Nineteen representative cluster C prophages were identified among 21 pneumococci recovered from 1940–2008 and shared only 69.6% (range 55.1–97.4%) pairwise identity overall (Fig. 4 and Table S2). Cluster C included the IPP61 prophage sequence that harboured the tetracycline resistance mobile genetic element17,18, which was not present in any of the other prophages. Five representative cluster D prophages and one cluster E prophage were also more diverse: the overall pairwise identity among cluster D prophages was 65.6% (range 57.8–81.9%) and the five host pneumococci were identified from 1939–1985. The cluster E prophage, IPP24, was identified in a host pneumococcus from 1985 (Fig. 4).

Relationships between prophage integration sites and prophage integrase sequences

The 93 full-length prophages were consistently integrated in specific locations of the pneumococcal genome.
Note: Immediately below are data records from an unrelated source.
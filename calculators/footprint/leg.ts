import type { Length } from "../length";
import type { Toward } from "./toward";

/** One straight run of a walk round the plan. `run` is the row or the leg of the text it came from, counted from 1; 0 for a leg we added. */
export interface Leg {
  toward: Toward;
  length: Length;
  run: number;
}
There were five major categories of integration sites, within which the patterns of pneumococcal genes flanking the prophage integrase and amidase genes were consistent (Table 1). The flanking pneumococcal genes were involved in transcriptional regulation, metabolic enzyme production and/or activity, purine nucleotide biosynthesis, regulation of DNA repair, and competence. The 193 putatively full-length prophages were inserted in the same five major insertion site categories (Table S5).

Table 1 Pneumococcal genes flanking either side of the 93 integrated full-length prophage sequences.

The integration site was directly associated with the nucleotide sequence of the prophage integrase and the individual prophage clusters (Table 1). Based upon a threshold of ≥90% nucleotide sequence identity, the 93 full-length prophage integrase sequences clustered into two major groups (I and II) that together described 75.5% of the prophage integrases. There were also two minor integrase groups (III and IV), identical integrase sequences in a pair of prophages, and four single prophages that each had a unique integrase sequence. There was little to no sequence similarity between integrase groups.

Cluster A prophages were split in terms of integrase groups: seven prophages (IPP48, IPP53, SPN_18, SPN_H2, IPP66 and IPP52) had a group I integrase and six (MM1, IPP55, IPP65, BHN167, IPP14, IPP54 and IPP39) possessed a group III integrase. All cluster B prophages possessed an integrase from group II, apart from IPP5, which had a unique integrase. Cluster C prophages mainly had an integrase from group I, apart from four prophages (IPP64, IPP46, IPP15 and IPP69) that had a group IV integrase. One prophage in cluster D (IPP26) had a group I integrase sequence whereas the four others possessed unique integrase sequences. The single prophage IPP24 contained an integrase sequence from group I.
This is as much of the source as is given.